文摘Objectives: An open-label prospective, combined basic and clinical controlled study was done to investigate the effects of biological therapy using rituximab, and cytotoxic drug treatment with methotrexate on morphology and quantifitiation of chromosomes in rheumatoid arthritis patients. Methods: This study is follow-up of a prior publication, with new observations in comparison with control subjects. A total of 16 subjects were divided into two groups. Group I comprised 8 seropositive rheumatoid arthritis patients who were analysed for the primary end point of possible cytotoxic effects of rituximab and methotrexate. Group II included 8 healthy individuals who served as controls. Assessment was done before treatment with rituximab, and 4 weeks after initiation of therapy. Patients were randomly assigned to receive infusion of rituximab in a full dose of 2.0 g divided into two doses of 1.0 g on days I and 15. The lymphocytes from periphereal blood was cultured by the Moorhead method. Results: Normal male and female Karyograms were observed after full courses of therapy with rituximab.
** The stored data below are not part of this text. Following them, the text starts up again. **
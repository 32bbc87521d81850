"""``crosscheck compare`` from files to screen, JSON, pictures and exit status."""

from __future__ import annotations

import csv
import hashlib
import json
import shutil

import pytest
from numpy.testing import assert_allclose

import crosscheck.comparison.comparing
import fe_models

from .conftest import CHANNEL


def test_one_section_on_screen(run, channel):
    ran = run("compare", channel)
    assert ran.err == ""
    lines = ran.out.splitlines()
    assert lines[0].startswith("Winch rail, plain channel")
    assert lines[1].startswith("Hand methods hold for")
    assert max(map(len, lines)) <= 80
    for word in ("torsion constant", "shear centre, x", "peak flow, gust", "warping constant"):
        assert word in " ".join(ran.out.split())


def test_status_is_0_when_every_verdict_is_within_and_1_otherwise(run, tmp_path):
    wide = tmp_path / "wide.toml"
    wide.write_text(CHANNEL + "[criteria]\nshear_area_x = 0.5\nshear_area_y = 0.5\nwarping_constant = 0.5\n")
    assert run("compare", wide).status == 0
    tight = tmp_path / "tight.toml"
    tight.write_text(CHANNEL + "[criteria]\ntorsion_constant = 0.0001\n")
    ran = run("compare", tight)
    assert ran.status == 1
    assert "not for the torsion constant" in " ".join(ran.out.split())


def test_json_on_standard_output_alone(run, channel):
    ran = run("compare", channel, "--json", "-")
    read = json.loads(ran.out)
    assert read["schema"] == "crosscheck.result/1"
    assert "Hand methods hold" in ran.err


def test_json_file_of_several_sections(run, channel, tmp_path):
    shutil.copy(channel, tmp_path / "other.toml")
    ran = run("compare", tmp_path, "--json", tmp_path / "results.json")
    read = json.loads((tmp_path / "results.json").read_text())
    assert read["schema"] == "crosscheck.results/1"
    files = [result["provenance"]["section_file"] for result in read["results"]]
    assert [name.rsplit("/", 1)[-1] for name in files] == ["channel.toml", "other.toml"]
    assert ran.out.count("Hand methods hold") == 2


def test_two_runs_give_the_same_json_but_for_provenance(run, channel):
    first, second = (json.loads(run("compare", channel, "--json", "-").out) for _ in range(2))
    assert first.pop("provenance")["sha256"] == second.pop("provenance")["sha256"]
    assert first == second


def test_set_replaces_a_parameter(run, channel):
    read = json.loads(run("compare", channel, "--set", "t = 2", "--json", "-").out)
    area = next(row for row in read["quantities"] if row["name"] == "area")
    assert_allclose(area["theory"]["midline"], 2 * (80 + 2 * 35), rtol=1e-12, atol=0)


def test_pictures_and_result_in_a_folder(run, channel, tmp_path):
    out = tmp_path / "report"
    ran = run("compare", channel, "--out", out)
    names = {entry.name for entry in out.iterdir()}
    assert {"section.svg", "section.png", "section_80mm.svg", "flow_gust.png", "joints.svg"} <= names
    assert not any(name.endswith(".part") for name in names)
    assert json.loads((out / "result.json").read_text())["schema"] == "crosscheck.result/1"
    assert "report" in ran.out.replace("\n", "")


def test_several_sections_get_a_folder_each(run, channel, tmp_path):
    other = tmp_path / "sub" / "channel.toml"
    other.parent.mkdir()
    shutil.copy(channel, other)
    run("compare", channel, other, "--out", tmp_path / "report")
    assert (tmp_path / "report" / "channel" / "section.svg").is_file()
    assert (tmp_path / "report" / "channel_2" / "section.svg").is_file()


def test_without_out_nothing_is_written(run, channel, tmp_path, monkeypatch):
    monkeypatch.chdir(tmp_path)
    run("compare", channel)
    assert [entry.name for entry in tmp_path.iterdir()] == ["channel.toml"]


def test_out_that_is_a_file_is_bad_input_and_stays_as_it_was(run, channel, tmp_path):
    out = tmp_path / "taken"
    out.write_text("mine")
    ran = run("compare", channel, "--out", out)
    assert ran.status == 2
    assert ran.err.startswith(f"{out}: must be a folder that can be written")
    assert len(ran.err.splitlines()) == 1
    assert out.read_text() == "mine"


@pytest.mark.parametrize("target", ["no/such/folder/result.json", "."])
def test_json_that_cannot_be_written(run, channel, tmp_path, monkeypatch, target):
    monkeypatch.chdir(tmp_path)
    ran = run("compare", channel, "--json", target)
    assert ran.status == 2
    assert ran.err.startswith(f"{target}: must be a file that can be written")


def test_a_bad_file_does_not_stop_the_others(run, channel, tmp_path):
    bad = tmp_path / "bad.toml"
    bad.write_text(CHANNEL.replace("units", "unit"))
    ran = run("compare", bad, channel)
    assert ran.status == 2
    assert ran.out.count("Hand methods hold") == 1
    assert all(line.startswith(f"{bad}: ") for line in ran.err.splitlines())


@pytest.mark.parametrize(
    ("old", "new", "key"),
    [
        ('units = "mm N"', "", "units"),
        ('thickness = "t"', "thickness = -1", "thickness"),
        ('through = "b"', 'through = "nowhere"', "through"),
        ("[points]", "[points]\nq = [nan, 0]", "points"),
        ("t = 4", 't = "9 ** 9 ** 9"', "parameters.t"),
        ('title = "', 'titel = "', "titel"),
    ],
)
def test_each_fault_is_one_line_with_file_and_key(run, tmp_path, old, new, key):
    path = tmp_path / "bad.toml"
    path.write_text(CHANNEL.replace(old, new))
    ran = run("compare", path)
    assert ran.status == 2
    assert ran.out == ""
    assert any(line.startswith(f"{path}: ") and key in line for line in ran.err.splitlines())
    assert "Traceback" not in ran.err


def test_missing_file_and_empty_folder(run, tmp_path):
    (tmp_path / "empty").mkdir()
    ran = run("compare", tmp_path / "missing.toml", tmp_path / "empty")
    assert ran.status == 2
    assert len(ran.err.splitlines()) == 2
    assert "folder with none" in ran.err


def test_walls_that_cross_are_bad_input(run, tmp_path):
    path = tmp_path / "crossing.toml"
    extra = '[[walls]]\nname = "brace"\npath = ["a", "c"]\nthickness = 4\n'
    other = '[[walls]]\nname = "other"\npath = ["b", "d"]\nthickness = 4\n'
    path.write_text(CHANNEL.replace("[[loads]]", f"{extra}{other}[[loads]]"))
    ran = run("compare", path)
    assert ran.status == 2
    assert "brace" in ran.err
    assert "other" in ran.err


@pytest.mark.parametrize("accuracy", ["0", "-1", "nan", "0.9e-8", "0.011", "fine"])
def test_accuracy_out_of_range(run, channel, accuracy):
    ran = run("compare", channel, f"--accuracy={accuracy}")
    assert ran.status == 2
    line = f"argument --accuracy: must be a number from 1e-08 to 0.01, got {accuracy!r}"
    assert ran.err == f"crosscheck compare: {line}\n"


def test_accuracy_takes_the_range_of_fe():
    """The words of the help, which must not load FE, and what the argument takes."""
    from crosscheck.commands.arguments import ACCURACY_WORDS, accuracy

    low, high = fe_models.ACCURACY_RANGE
    assert f"from {low:g} to {high:g}" == ACCURACY_WORDS
    assert [accuracy(f"{low:g}"), accuracy(f"{high:g}")] == [low, high]


def test_solver_failure_is_status_3_and_one_line(run, channel, monkeypatch):
    def fail(*_args, **_kwargs):
        raise fe_models.SolveError("joint b: the mesh generator left a hole")

    monkeypatch.setattr(fe_models, "solve", fail)
    ran = run("compare", channel)
    assert ran.status == 3
    assert ran.err == f"{channel}: finite elements: joint b: the mesh generator left a hole\n"


def test_unexpected_fault_is_one_line_and_status_3(run, channel, monkeypatch):
    def fail(*_args, **_kwargs):
        raise ZeroDivisionError("division\nby\x1b[2Jzero")

    monkeypatch.setattr(crosscheck.comparison.comparing, "join", fail)
    ran = run("compare", channel)
    assert ran.status == 3
    assert ran.err.startswith("crosscheck: internal fault: ZeroDivisionError: division by")
    assert len(ran.err.splitlines()) == 1
    assert "\x1b" not in ran.err


def test_interrupt_is_one_line(run, channel, monkeypatch):
    def stop(*_args, **_kwargs):
        raise KeyboardInterrupt

    monkeypatch.setattr(crosscheck.comparison.comparing, "join", stop)
    ran = run("compare", channel)
    assert ran.status == 130
    assert ran.err == "crosscheck: stopped\n"


def test_failed_self_check_is_never_status_0(run, tmp_path, monkeypatch):
    from dataclasses import replace

    from crosscheck.comparison.result import CheckResult

    wide = tmp_path / "wide.toml"
    wide.write_text(CHANNEL + "[criteria]\nshear_area_x = 0.5\nshear_area_y = 0.5\nwarping_constant = 0.5\n")
    real = crosscheck.comparison.comparing.join

    def with_failed_check(*args, **kwargs):
        return replace(real(*args, **kwargs), checks=(CheckResult("FE: resultants", 1.0, 1e-9, False),))

    monkeypatch.setattr(crosscheck.comparison.comparing, "join", with_failed_check)
    ran = run("compare", wide)
    assert ran.status == 1
    assert "CHECK FAILED: FE: resultants" in ran.out


LOADS = "name;shear_y;through;moment_x\nup;900,5;b;30000\ndown;-1400;b;-41000\n"


def with_table(tmp_path, table=LOADS):
    """The channel with its loads from a table."""
    path = tmp_path / "channel.toml"
    path.write_text(CHANNEL + '[tables]\nloads = "loads.csv"\n')
    (tmp_path / "loads.csv").write_text(table)
    return path


def test_loads_from_a_table_are_hashed_and_said(run, tmp_path):
    path = with_table(tmp_path)
    ran = run("compare", path, "--json", "-")
    read = json.loads(ran.out)
    digest = hashlib.sha256((tmp_path / "loads.csv").read_bytes()).hexdigest()
    assert read["provenance"]["tables"] == {"loads.csv": digest}
    assert read["notes"] == ["loads.csv: 2 loads, semicolons between columns, decimal comma"]
    assert "2 loads, semicolons between columns, decimal comma" in " ".join(ran.err.split())
    assert {row["load"] for row in read["quantities"]} == {
        None, "unit Vx", "unit Vy", "unit T", "gust", "up", "down"
    }  # fmt: skip


def test_fault_in_a_table_is_one_line_with_both_files(run, tmp_path):
    ran = run("compare", with_table(tmp_path, LOADS.replace("900,5", "many")))
    assert ran.status == 2
    (line,) = ran.err.splitlines()
    assert "channel.toml: loads.csv line 2, column shear_y: must be a number" in line


def test_envelope_and_governing_load_reach_json_and_screen(run, tmp_path):
    ran = run("compare", with_table(tmp_path), "--json", "-")
    envelope = json.loads(ran.out)["envelope"]
    web = next(e for e in envelope["walls"] if e["kind"] == "flow" and e["wall"] == "web")
    assert web["theory"]["load"] == web["fe"]["load"] == "down"
    assert envelope["probes"][0]["theory_low"]["load"] in ("gust", "up", "down")
    assert "Governs, flow: down (all 3 walls)" in " ".join(ran.err.split())


def test_many_loads_show_the_worst_only(run, tmp_path):
    rows = "".join(f"case {i};{100 + i};b;{i}000\n" for i in range(1, 8))
    ran = run("compare", with_table(tmp_path, LOADS + rows))
    text = " ".join(ran.out.split())
    assert "10 loads: each quantity is shown for its worst load" in text
    assert text.count("peak flow, case") + text.count("probe flow, case") <= 1


def test_hand_sheets_in_the_folder_and_in_the_json(run, channel, tmp_path):
    out = tmp_path / "report"
    ran = run("compare", channel, "--working", "--out", out, "--json", tmp_path / "r.json")
    sheet = (out / "working_gust.md").read_text()
    assert sheet.startswith("# Hand sheet: gust\n")
    assert json.loads((tmp_path / "r.json").read_text())["working"] == {"gust": sheet}
    assert json.loads((out / "result.json").read_text())["working"] == {"gust": sheet}
    assert "# Hand sheet" not in ran.out


def test_hand_sheets_on_screen_without_a_folder(run, channel):
    ran = run("compare", channel, "--working")
    assert ran.out.index("Hand methods hold") < ran.out.index("# Hand sheet: gust")
    assert "# Hand sheet" not in run("compare", channel).out


def test_hand_sheets_of_unit_loads_where_there_are_no_others(run, tmp_path):
    path = tmp_path / "bare.toml"
    path.write_text(CHANNEL[: CHANNEL.index("[[loads]]")])
    run("compare", path, "--working", "--out", tmp_path / "report")
    names = {entry.name for entry in (tmp_path / "report").glob("working_*.md")}
    assert names == {"working_unit_Vx.md", "working_unit_Vy.md", "working_unit_T.md"}


def test_tables_on_request_on_screen_and_as_csv(run, channel, tmp_path):
    out = tmp_path / "report"
    ran = run("compare", channel, "--table", "stiffness", "--table", "levels", "--out", out)
    assert "Stiffness for a beam model per unit modulus" in " ".join(ran.out.split())
    rows = list(csv.reader((out / "stiffness.csv").read_text().splitlines()))
    assert rows[1][0] == "EA"
    assert_allclose(float(rows[1][4]), 4 * (80 + 2 * 35), rtol=1e-12, atol=0)
    assert (out / "levels.csv").is_file()
    assert not (out / "envelope.csv").exists()
    assert max(map(len, ran.out.splitlines())) <= 80


def test_unknown_table_is_bad_input(run, channel):
    ran = run("compare", channel, "--table", "everything")
    assert ran.status == 2
    assert "stiffness" in ran.err
    assert ran.err.startswith("crosscheck compare: argument --table: ")
    assert len(ran.err.splitlines()) == 1


def test_table_names_of_the_help_are_those_there_are():
    from crosscheck.commands.compare import TABLE_NAMES
    from crosscheck.reports.tables import TABLES

    assert list(TABLES) == list(TABLE_NAMES)


@pytest.mark.parametrize("level", ["corrected", "lumped"])
def test_judged_level_decides_the_verdicts(run, tmp_path, level):
    path = tmp_path / "judged.toml"
    path.write_text(f'judged = "{level}"\n' + CHANNEL + "[criteria]\ntorsion_constant = 0.004\n")
    row = next(
        row
        for row in json.loads(run("compare", path, "--json", "-").out)["quantities"]
        if row["name"] == "torsion_constant"
    )
    # The corrected level meets 0.4 %, the lumped one has the midline's constant and does not.
    assert row["verdict"] == {"corrected": "within", "lumped": "outside"}[level]


def test_a_stated_value_that_does_not_stand_decides_the_status(run, tmp_path):
    path = tmp_path / "stated.toml"
    # Wide enough for the hand method itself, so that only the stated value decides.
    held = CHANNEL + "[criteria]\nwarping_constant = 0.2\nshear_area_x = 0.2\n"
    path.write_text(held)
    assert run("compare", path).status == 0
    for value, told, status in ((600, "stands", 0), (640, "does not stand", 1)):
        stated = f"quantity = 'area'\nvalue = {value}\nsource = 'sheet 3'\ntolerance = 0.02\n"
        path.write_text(f"{held}[[stated]]\n{stated}")
        ran = run("compare", path)
        assert f"(sheet 3) {told}: FE 600.00" in " ".join(ran.out.split())
        assert ran.status == status


def test_a_stated_quantity_of_a_load_names_its_load(run, tmp_path):
    path = tmp_path / "stated.toml"
    more = '[[loads]]\nname = "two"\ntorque = 3\n[[stated]]\nquantity = "peak_flow"\nvalue = 3\n'
    path.write_text(CHANNEL + more)
    ran = run("compare", path)
    assert ran.status == 2
    assert "stated[0].load: must be given for peak_flow" in ran.err


def test_tables_are_written_to_paste_from(run, channel, tmp_path):
    ran = run("compare", channel, "--table", "walls", "--out", tmp_path / "report")
    assert ran.status in (0, 1)
    names = {entry.name for entry in (tmp_path / "report").iterdir() if entry.stem == "walls"}
    assert names == {"walls.csv", "walls.md", "walls.html"}
    assert "<script" not in (tmp_path / "report" / "walls.html").read_text()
In one female patient who had been receiving longstanding cytotoxic therapy with methotrexate, 2% of chromosomal mitosis showed structural abnormalities. Following the discontinuation of methotrexate and the administration of rituximab, her karyogram became normal. Conclusion: The results from this study indicated that rituximab therapy was safe for the number and structure of human chromosomes, while methotrexate showed chromosomal aberration in one female RA patient. After discontinuation of this longstanding treatment, the karyogram of the same patient returned to normal.